CLUTCH/5280 Strategy

CLUTCH is a hybrid marketing and consultancy firm, focused solely on B2B issues in agriculture, construction, and food and works with several commodity checkoffs. The CLUTCH team includes agronomists and former food and ag company decision makers who are grounded in the business of agriculture. 5280 Strategy is an issues and campaign-based firm with significant experience in checkoff issues and political campaigns and strategic communications.

Ladonna Lee brings decades of experience in strategic communications counsel. She has worked on countless local, state, and federal issues campaigns. She has designed and overseen the implementation for multiple checkoffs (including soybeans, beef, propane, and concrete block). Ladonna has also led multiple right-to-build projects and World Cup bids, as well as U.S. presidential campaigns.

Kiersten Schroeder brings more than 20 years of experience working with checkoffs and Fortune 500 companies. Her work has created results for start-ups, regional and multi-national brands, and producerfunded organizations. Kiersten’s unique blend of strategy and execution and her ability to develop relationships has helped her consistently deliver for several Fortune 500 companies, as well as state and national checkoff organizations ranging from soybeans to strawberries and concrete masonry to propane.

G&S Business Communications is a communications firm with more than 50 years of experience in agribusiness.

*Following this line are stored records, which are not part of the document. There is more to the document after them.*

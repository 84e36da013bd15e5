/**
 * Every /api/ answer is JSON: an error Astro writes itself — its HTML 404 page for a method a route
 * file does not export (DELETE on a list, say), or a plain-text answer — becomes the API's error
 * shape `{ error: { code, message } }` with the same status.
 */
import { defineMiddleware } from 'astro:middleware';
import { errorResponse } from '@/server/http';

export const apiErrors = defineMiddleware(async (ctx, next) => {
  const response = await next();
  if (!ctx.url.pathname.startsWith('/api/') || response.status < 400) return response;
  if ((response.headers.get('content-type') ?? '').startsWith('application/json')) return response;
  const message = response.status === 404 ? `No API endpoint answers ${ctx.request.method} at this address.` : 'The request was refused.';
  return errorResponse(response.status, response.status === 404 ? 'not_found' : 'refused', message);
});
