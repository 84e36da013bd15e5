CREATE TABLE `beds` (
	`id` int AUTO_INCREMENT NOT NULL,
	`household_id` int NOT NULL,
	`name` varchar(120) NOT NULL,
	`area_m2` double NOT NULL,
	`notes` varchar(500),
	`created_at` timestamp NOT NULL DEFAULT (now()),
	CONSTRAINT `beds_id` PRIMARY KEY(`id`),
	CONSTRAINT `beds_household_name_uq` UNIQUE(`household_id`,`name`)
);
--> statement-breakpoint
CREATE TABLE `plantings` (
	`id` int AUTO_INCREMENT NOT NULL,
	`household_id` int NOT NULL,
	`crop_id` int NOT NULL,
	`bed_id` int,
	`area_m2` double NOT NULL,
	`season_year` smallint NOT NULL,
	`slot` enum('main','early','late') NOT NULL DEFAULT 'main',
	`sow_date` date,
	`harvest_from` date,
	`harvest_to` date,
	`notes` varchar(500),
	`from_plan` boolean NOT NULL DEFAULT false,
	`created_at` timestamp NOT NULL DEFAULT (now()),
	CONSTRAINT `plantings_id` PRIMARY KEY(`id`)
);
--> statement-breakpoint
ALTER TABLE `crops` ADD `reference_key` varchar(40);--> statement-breakpoint
ALTER TABLE `harvests` ADD `planting_id` int;--> statement-breakpoint
ALTER TABLE `households` ADD `last_spring_frost` char(5);--> statement-breakpoint
ALTER TABLE `households` ADD `first_autumn_frost` char(5);--> statement-breakpoint
ALTER TABLE `beds` ADD CONSTRAINT `beds_household_id_households_id_fk` FOREIGN KEY (`household_id`) REFERENCES `households`(`id`) ON DELETE cascade ON UPDATE no action;--> statement-breakpoint
ALTER TABLE `plantings` ADD CONSTRAINT `plantings_household_id_households_id_fk` FOREIGN KEY (`household_id`) REFERENCES `households`(`id`) ON DELETE cascade ON UPDATE no action;--> statement-breakpoint
ALTER TABLE `plantings` ADD CONSTRAINT `plantings_crop_id_crops_id_fk` FOREIGN KEY (`crop_id`) REFERENCES `crops`(`id`) ON DELETE restrict ON UPDATE no action;--> statement-breakpoint
ALTER TABLE `plantings` ADD CONSTRAINT `plantings_bed_id_beds_id_fk` FOREIGN KEY (`bed_id`) REFERENCES `beds`(`id`) ON DELETE set null ON UPDATE no action;--> statement-breakpoint
CREATE INDEX `plantings_household_season_idx` ON `plantings` (`household_id`,`season_year`);--> statement-breakpoint
CREATE INDEX `plantings_bed_idx` ON `plantings` (`bed_id`);--> statement-breakpoint
ALTER TABLE `harvests` ADD CONSTRAINT `harvests_planting_id_plantings_id_fk` FOREIGN KEY (`planting_id`) REFERENCES `plantings`(`id`) ON DELETE set null ON UPDATE no action;describe('preserved harvests', () => {
  it('stores the preserving method of a preserved harvest, lets a PATCH change it, and drops it when the use changes', async () => {
    const h = await logHarvest(t.owner.cookie, hid, { date: '2026-08-02', cropId: butternut.id, quantity: 3, unit: 'kg', use: 'preserved', spreadMonths: 6, preserveMethod: 'canned' });
    expect(h).toMatchObject({ use: 'preserved', preserveMethod: 'canned', spreadMonths: 6 });
    const fresh = await logHarvest(t.owner.cookie, hid, { date: '2026-08-02', cropId: butternut.id, quantity: 1, unit: 'kg' });
    expect(fresh.preserveMethod).toBeNull();
    const path = `/api/households/${hid}/harvests/${h.id}`;
    const dried = await apiAs(t.owner.cookie, 'PATCH', path, { preserveMethod: 'dried' });
    expect(dried.status).toBe(200);
    expect(dried.body.harvest.preserveMethod).toBe('dried');
    expect((await apiAs(t.owner.cookie, 'GET', path)).body.harvest.preserveMethod).toBe('dried');
    const stored = await apiAs(t.owner.cookie, 'PATCH', path, { use: 'stored' });
    expect(stored.body.harvest).toMatchObject({ use: 'stored', preserveMethod: null });
    const refused = await apiAs(t.owner.cookie, 'PATCH', path, { preserveMethod: 'frozen' });
    expect(refused.status).toBe(400);
    expect(refused.body.error.fields.preserveMethod).toMatch(/Only preserved food/);
    const back = await apiAs(t.owner.cookie, 'PATCH', path, { use: 'preserved', preserveMethod: 'fermented' });
    expect(back.body.harvest).toMatchObject({ use: 'preserved', preserveMethod: 'fermented' });
  });

  it('refuses a date after today on a split weighing and on a change, keeping the entry as it was', async () => {
    const split = await apiAs(t.owner.cookie, 'POST', url(), { date: inTwoDays(), cropId: potato.id, unit: 'kg', parts: [{ quantity: 1, use: 'fresh' }] });
    expect(split.status).toBe(400);
    expect(split.body.error.fields.date).toMatch(/after today/);
    const h = await logHarvest(t.owner.cookie, hid, { date: '2026-08-03', cropId: potato.id, quantity: 1, unit: 'kg' });
    const r = await apiAs(t.owner.cookie, 'PATCH', url(`/${h.id}`), { date: inTwoDays() });
    expect(r.status).toBe(400);
    expect(r.body.error.fields.date).toMatch(/after today/);
    expect((await apiAs(t.owner.cookie, 'GET', url(`/${h.id}`))).body.harvest.date).toBe('2026-08-03');
  });
});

Within the turf industry specifically, G&S has experience promoting companies and products within the golf, lawn care, and sod segments. The G&S team includes market researchers, media strategists, creatives, and engagement experts.

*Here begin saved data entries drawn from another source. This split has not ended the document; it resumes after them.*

/**
 * For signed-in page views (not /api): the user's households and the current one on Astro.locals.
 * The current household is the one in the URL (/households/{id}/…) when the user belongs to it,
 * else the one remembered in the `household` cookie, else the only one. Opening a household's page
 * remembers it in that cookie.
 */
import { defineMiddleware } from 'astro:middleware';
import { secureCookies } from '@/server/config';
import { listHouseholds } from '@/server/households';

/** The cookie that remembers the household a person last opened. */
const HOUSEHOLD_COOKIE = 'household';
const HOUSEHOLD_PATH = /^\/households\/(\d+)(\/|$)/;
const ONE_YEAR_SECONDS = 60 * 60 * 24 * 365;

export const household = defineMiddleware(async (ctx, next) => {
  ctx.locals.households = [];
  ctx.locals.household = null;
  const { url } = ctx;
  const user = ctx.locals.user;
  if (url.pathname.startsWith('/api/') || !user) return next();

  const list = (await listHouseholds(user.id)).map((r) => ({ id: r.household.id, name: r.household.name, role: r.role }));
  ctx.locals.households = list;
  const inUrl = HOUSEHOLD_PATH.exec(url.pathname)?.[1];
  const remembered = ctx.cookies.get(HOUSEHOLD_COOKIE)?.value;
  const current =
    list.find((h) => String(h.id) === inUrl) ?? list.find((h) => String(h.id) === remembered) ?? (list.length === 1 ? list[0] : undefined);
  ctx.locals.household = current ?? null;
  if (current && String(current.id) === inUrl && remembered !== inUrl) {
    ctx.cookies.set(HOUSEHOLD_COOKIE, inUrl, { path: '/', httpOnly: true, sameSite: 'lax', maxAge: ONE_YEAR_SECONDS, secure: secureCookies() });
  }
  return next();
});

Steve Halsey is a proven senior strategist known for challenging conventional wisdom, helping brands break through the clutter, and building demand and business value. He believes the keys to growth are focus, clarity, integration, and inspiration. Steve has spent over 20 years at G&S, spearheading the development of the agency’s proprietary messaging and brand strategy services and helping to lead the creation and build-out of G&S’ digital, social and insights teams. He is actively engaged in the communications industry as a member of the International Association of Business Communicators and the Public Relations Society of America and as an elected member of the Operating Committee of Page Society’s Page Up organization. Lyndsey Newnam brings more than a decade of direct expertise in the turfgrass industry, working with producers, superintendents, researchers, media, marketers and more. Her fourteen-year tenure with G&S has resulted in continual business growth and award-winning campaigns for her clients, including several top industry awards for campaigns focused on communications in turfgrass. Lyndsey draws on deep industry expertise to shape integrated, targeted campaigns including media relations, writing, event planning, and strategic development, that resonate with customers and help meet client business goals.

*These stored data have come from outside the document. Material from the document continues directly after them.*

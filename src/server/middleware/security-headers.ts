/**
 * The headers every answer carries (src/lib/security-policy.ts): no MIME sniffing, not framed by
 * other sites, no full referrers sent out, its own browsing context group, powerful features off,
 * and a Content-Security-Policy — for pages the app's whole policy around the script hashes Astro
 * sent (experimental.csp, astro.config.mjs), for anything else one that lets nothing run. Signed-in
 * pages and every API answer are `Cache-Control: no-store`: household records stay out of shared
 * and back-button caches. The outermost step, so that the answers of the other steps (a refused
 * cross-site request, the redirect to sign-in) carry them too. Static files never reach the
 * middleware: src/server/boot.ts gives them the base headers.
 */
import { defineMiddleware } from 'astro:middleware';
import { OFFLINE_KEEP_HEADER, offlineRoutes } from '@/lib/app-cache';
import { BASE_SECURITY_HEADERS, NON_PAGE_POLICY, pagePolicy, scriptHashesOf } from '@/lib/security-policy';

const offline = offlineRoutes();

export const securityHeaders = defineMiddleware(async (ctx, next) => {
  const response = await next();
  const isApi = ctx.url.pathname.startsWith('/api/');
  const noStore = isApi || ctx.locals.user !== null;
  // A page answering a bare 404/500 (`new Response(null, { status: 404 })`) is replaced by Astro's
  // error page, which keeps these headers: it gets the page policy, or its inline styles are blocked.
  const errorPage = !isApi && response.body === null && (response.status === 404 || response.status === 500);
  withSecurityHeaders(response, { noStore, page: errorPage });
  // `no-store` keeps these out of every HTTP cache; our own service worker (astro.config.mjs) keeps
  // a copy in the app's offline store only of what is marked here: the offline pages and lists a
  // grower opens with no signal, emptied at sign-in and sign-out.
  const href = ctx.url.href;
  if (ctx.request.method === 'GET' && response.status === 200 && ctx.locals.user && (offline.lists.test(href) || offline.pages.test(href))) {
    try {
      response.headers.set(OFFLINE_KEEP_HEADER, 'keep');
    } catch {
      // Immutable headers (a fetched Response passed through): not kept offline.
    }
  }
  return response;
});

/** Adds each header the response does not set itself; writes the Content-Security-Policy whole. */
export function withSecurityHeaders(response: Response, opts: { noStore?: boolean; page?: boolean } = {}): Response {
  const h = response.headers;
  const set = (name: string, value: string) => {
    if (!h.has(name)) h.set(name, value);
  };
  try {
    for (const [name, value] of Object.entries(BASE_SECURITY_HEADERS)) set(name, value);
    const isPage = opts.page || (h.get('content-type') ?? '').startsWith('text/html');
    h.set('Content-Security-Policy', isPage ? pagePolicy(scriptHashesOf(h.get('content-security-policy'))) : NON_PAGE_POLICY);
    if (opts.noStore) set('Cache-Control', 'no-store');
  } catch {
    // Some responses (e.g. a fetched Response passed through) have immutable headers: leave them.
  }
  return response;
}
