/** Crops in the order a grower reaches for them: recently harvested, then in season a year ago, then the rest. */
export function orderCrops(crops: Crop[], today: string, inSeasonIds: ReadonlySet<number>): { crop: Crop; recent: boolean; inSeason: boolean }[] {
  const rows = crops
    .filter((c) => !c.archived)
    .map((crop, i) => {
      const recent = crop.lastHarvestDate != null && daysBetween(crop.lastHarvestDate, today) <= RECENT_DAYS;
      return { crop, recent, inSeason: inSeasonIds.has(crop.id), i };
    });
  const rank = (r: (typeof rows)[number]) => (r.recent ? 0 : r.inSeason ? 1 : 2);
  rows.sort((a, b) => rank(a) - rank(b) || (a.recent && b.recent ? (b.crop.lastHarvestDate ?? '').localeCompare(a.crop.lastHarvestDate ?? '') : 0) || a.i - b.i);
  return rows.map(({ crop, recent, inSeason }) => ({ crop, recent, inSeason }));
}

/** "harvested today", "harvested yesterday" or "last Wed, 2 Dec" for the crop buttons. */
function lastHarvestText(date: string, today: string): string {
  const days = daysBetween(date, today);
  if (days === 0) return 'harvested today';
  if (days === 1) return 'harvested yesterday';
  return `last ${formatDay(date).replace(/ \d{4}$/, '')}`;
}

Chris Martin is an award-winning creative known for compelling story-based experiences and finding engaging points-of-view in home and lifestyle markets. Chris has directed award-winning campaigns supporting the HGTV Dream Home Giveaway franchise, supporting sales and marketing at The Home Depot and co-creating the sports journalism brand, CNN Sports Illustrated. He strives to share brand-specific stories about how things work and make life better, while giving voice to technical features and performance data.

CHECKOFFS CAN GENERATE GREAT ROI

A common method checkoffs use to measure the return on investment for producers is through an economic-impact study. In most cases a Return-on-Investment (ROI) study is mandated and conducted on a regular basis by an independent, third-party economist who analyzes all supply- and demand-enhancing programs. Following is a list of recent ROIs from a variety of checkoff programs which shows the return on every $1 checkoff investment.

Almonds—$6.20 Beef—$11.91 Cotton—$4.00 Dairy—$4.78 Eggs—$9.04 Mangos—$11.51 Pork—$25.00 Soybeans—$12.40

Kiersten Schroeder is vice president, Reputation+Relevance, with CLUTCH, an agriculture marketing and consulting firm that works with several commodity checkoffs. Casey Reynolds, PhD, is executive director of Turfgrass Producers International.